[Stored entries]
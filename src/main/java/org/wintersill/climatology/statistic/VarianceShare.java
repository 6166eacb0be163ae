package org.wintersill.climatology.statistic;

import java.util.ArrayList;
import java.util.List;
import java.util.SortedMap;
import org.wintersill.climatology.ClimatologyStatistic;
import org.wintersill.climatology.VarianceParts;
import org.wintersill.climatology.WinterRecord;
import org.wintersill.layer.LayerDefinition;
import org.wintersill.layer.LayerStyles;
import org.wintersill.layer.SampleType;

/**
 * Share of the variance of the winter margin that is due to winters, cultivars, their interaction, or a component of the uncertainty
 * (science 16.11): part / sum of all. Missing with fewer than two winters.
 *
 * <p>As a statistic it is that of one cultivar with variants: they differ by the same amount in every winter, so the part of the
 * cultivars is the variance of their offsets and there is no interaction.
 */
public final class VarianceShare implements ClimatologyStatistic {
    private static final int FEWEST_WINTERS = 2;
    private static final List<String> RECKONED = List.of("winter", "cultivar", "interaction");

    private final String part;
    private final SortedMap<String, Double> components;
    private final double variantSd;

    private VarianceShare(String part, SortedMap<String, Double> components, double variantSd) {
        this.part = part;
        this.components = components;
        this.variantSd = variantSd;
    }

    /**
     * One statistic a part.
     *
     * @param components standard deviations of the uncertainty, K
     * @param variantSd standard deviation of the variants' offsets, K
     */
    public static List<VarianceShare> all(SortedMap<String, Double> components, double variantSd) {
        List<String> parts = new ArrayList<>(RECKONED);
        parts.addAll(components.keySet());
        return parts.stream().map(part -> new VarianceShare(part, components, variantSd)).toList();
    }

    @Override
    public LayerDefinition layer() {
        boolean given = !RECKONED.contains(part);
        String whose = part.equals("winter") ? "differences between winters" : part.equals("cultivar")
                ? "differences between cultivars or variants" : given ? "the uncertainty of the " + part
                : "cultivars that do not differ alike in all winters";
        return new LayerDefinition("variance-" + part, "Share of the variance due to " + (given ? "uncertainty: " : "") + part,
                "Share of the variance of the winter margin that is due to " + whose, "1", SampleType.FLOAT32, "", LayerStyles.share());
    }

    @Override
    public void summarise(WinterRecord record, float[] out, int from, int to) {
        double[][] margins = new double[1][record.winters()];
        for (int cell = from; cell < to; cell++) {
            int n = WinterRecord.valid(record.margins(0), cell, margins[0]);
            out[cell] = n < FEWEST_WINTERS ? Float.NaN
                    : share(new VarianceParts(VarianceParts.of(margins, n).winter(), variantSd * variantSd, 0));
        }
    }

    /**
     * The share at a place.
     *
     * @param margins {@code [cultivar][winter]}, K; only the first {@code winters} count
     */
    public float share(double[][] margins, int winters) {
        return winters < FEWEST_WINTERS ? Float.NaN : share(VarianceParts.of(margins, winters));
    }

    private float share(VarianceParts parts) {
        double all = parts.winter() + parts.cultivar() + parts.interaction();
        for (double sd : components.values()) {
            all += sd * sd;
        }
        double mine = switch (part) {
            case "winter" -> parts.winter();
            case "cultivar" -> parts.cultivar();
            case "interaction" -> parts.interaction();
            default -> components.get(part) * components.get(part);
        };
        return all == 0 ? Float.NaN : (float) (mine / all);
    }
}
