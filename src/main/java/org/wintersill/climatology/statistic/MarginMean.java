package org.wintersill.climatology.statistic;

import org.wintersill.climatology.ClimatologyStatistic;
import org.wintersill.climatology.WinterRecord;
import org.wintersill.layer.LayerDefinition;
import org.wintersill.layer.LayerStyles;
import org.wintersill.layer.SampleType;

/** Mean over winters of the winter's lowest margin, K. */
public final class MarginMean implements ClimatologyStatistic {

    @Override
    public LayerDefinition layer() {
        return new LayerDefinition("margin-mean", "Margin, mean winter",
                "Mean over winters of the lowest Tmin - LT50 of the winter; below zero more than half of the buds die",
                "K", SampleType.FLOAT32, "time: minimum within years time: mean over years", LayerStyles.margin());
    }

    @Override
    public void summarise(WinterRecord record, float[] out, int from, int to) {
        MeanOverWinters.of(record.margins(0), out, from, to);
    }
}
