package org.wintersill.climatology.statistic;

import java.util.Arrays;
import java.util.concurrent.ConcurrentHashMap;
import org.wintersill.climatology.ClimatologyStatistic;
import org.wintersill.climatology.LayerGroup;
import org.wintersill.climatology.Percentiles;
import org.wintersill.climatology.WinterRecord;
import org.wintersill.climatology.extreme.RandomStream;
import org.wintersill.layer.LayerDefinition;
import org.wintersill.layer.LayerStyles;
import org.wintersill.layer.SampleType;

/**
 * Bounds of the expected damage by drawing whole winters with replacement, 1000 times, percentiles (science 6.1). All cells with the same
 * number of winters share the draws, as one drawing of winters is one for the whole map; so neighbouring cells are bounded alike.
 */
final class DamageMeanBound implements ClimatologyStatistic {
    private static final int DRAWS = 1000;
    /** Stands in the place of a cell, so that these draws are no other's. */
    private static final long WHOLE_MAP = -1;

    private final double confidence;
    private final long seed;
    private final boolean upper;
    /** By n: how often each winter is drawn, {@code [draw][winter]}. */
    private final ConcurrentHashMap<Integer, byte[][]> draws;

    private DamageMeanBound(double confidence, long seed, boolean upper, ConcurrentHashMap<Integer, byte[][]> draws) {
        this.confidence = confidence;
        this.seed = seed;
        this.upper = upper;
        this.draws = draws;
    }

    /** Lower and upper bound, which share their draws. */
    static DamageMeanBound[] pair(double confidence, long seed) {
        ConcurrentHashMap<Integer, byte[][]> draws = new ConcurrentHashMap<>();
        return new DamageMeanBound[] {new DamageMeanBound(confidence, seed, false, draws), new DamageMeanBound(confidence, seed, true, draws)};
    }

    private record Key(double confidence) {
    }

    @Override
    public LayerDefinition layer() {
        String side = upper ? "upper" : "lower";
        return new LayerDefinition("damage-mean-" + side, "Expected damage, " + side + " bound",
                "Expected fraction of buds killed in a winter, " + side + " bound (" + Math.round(confidence * 1000) / 10.0
                        + " % two-sided, winters drawn with replacement " + DRAWS + " times)", "1", SampleType.FLOAT32, "", LayerStyles.damage());
    }

    @Override
    public LayerGroup group() {
        return LayerGroup.BOUNDS;
    }

    @Override
    public void summarise(WinterRecord record, float[] out, int from, int to) {
        float[][] bounds = record.derived(new Key(confidence), () -> bounds(record));
        System.arraycopy(bounds[upper ? 1 : 0], from, out, from, to - from);
    }

    private float[][] bounds(WinterRecord record) {
        float[][] bounds = new float[2][record.cells()];
        double[] damage = new double[record.winters()];
        double[] means = new double[DRAWS];
        double tail = (1 - confidence) / 2;
        for (int cell = 0; cell < record.cells(); cell++) {
            int n = WinterRecord.valid(record.expectedDamage(), cell, damage);
            if (n == 0) {
                bounds[0][cell] = Float.NaN;
                bounds[1][cell] = Float.NaN;
                continue;
            }
            byte[][] times = draws.computeIfAbsent(n, this::draw);
            for (int draw = 0; draw < DRAWS; draw++) {
                means[draw] = mean(times[draw], damage, n);
            }
            Arrays.sort(means);
            bounds[0][cell] = (float) Percentiles.type7(means, DRAWS, tail);
            bounds[1][cell] = (float) Percentiles.type7(means, DRAWS, 1 - tail);
        }
        return bounds;
    }

    private static double mean(byte[] times, double[] damage, int n) {
        double sum = 0;
        for (int i = 0; i < n; i++) {
            sum += times[i] * damage[i];
        }
        return sum / n;
    }

    private byte[][] draw(int n) {
        byte[][] times = new byte[DRAWS][n];
        for (int draw = 0; draw < DRAWS; draw++) {
            RandomStream random = RandomStream.of(seed, WHOLE_MAP - n, draw);
            for (int i = 0; i < n; i++) {
                int winter = random.nextInt(n);
                times[draw][winter] = (byte) Math.min(Byte.MAX_VALUE, times[draw][winter] + 1);
            }
        }
        return times;
    }
}
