package org.wintersill.climatology.statistic;

import org.wintersill.climatology.WinterRecord;
import org.wintersill.climatology.extreme.ExtremeFit;
import org.wintersill.climatology.extreme.LowExtreme;

/** The fits of a field in every cell of a record; made once for all layers that need them. */
final class FieldFits {
    private final WinterRecord record;
    private final WinterField field;
    private final ExtremeFit[] fits;
    private final double[] room;

    private record Key(int level, ExtremeFit.Method method) {
    }

    private FieldFits(WinterRecord record, WinterField field, ExtremeFit.Method method) {
        this.record = record;
        this.field = field;
        room = new double[record.winters()];
        fits = new ExtremeFit[record.cells()];
        for (int cell = 0; cell < fits.length; cell++) {
            fits[cell] = ExtremeFit.of(room, sortedMaxima(cell), method);
        }
    }

    static FieldFits of(WinterRecord record, WinterField field, ExtremeChoices choices) {
        ExtremeFit.Method method = choices.method().orElseThrow();
        return record.derived(new Key(field.level(), method), () -> new FieldFits(record, field, method));
    }

    /** The fit of maxima of the negated field. */
    ExtremeFit at(int cell) {
        return fits[cell];
    }

    /** Fills {@link #room} with the negated values of a cell, ascending, and says how many there are. */
    int sortedMaxima(int cell) {
        int n = WinterRecord.valid(field.values(record), cell, room);
        LowExtreme.toSortedMaxima(room, n);
        return n;
    }

    /** Room for the values of one cell. */
    double[] room() {
        return room;
    }
}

Brief:
For the entries above, state how many lines contain the word "cells". Provide the number by itself.

Solution to this task:
5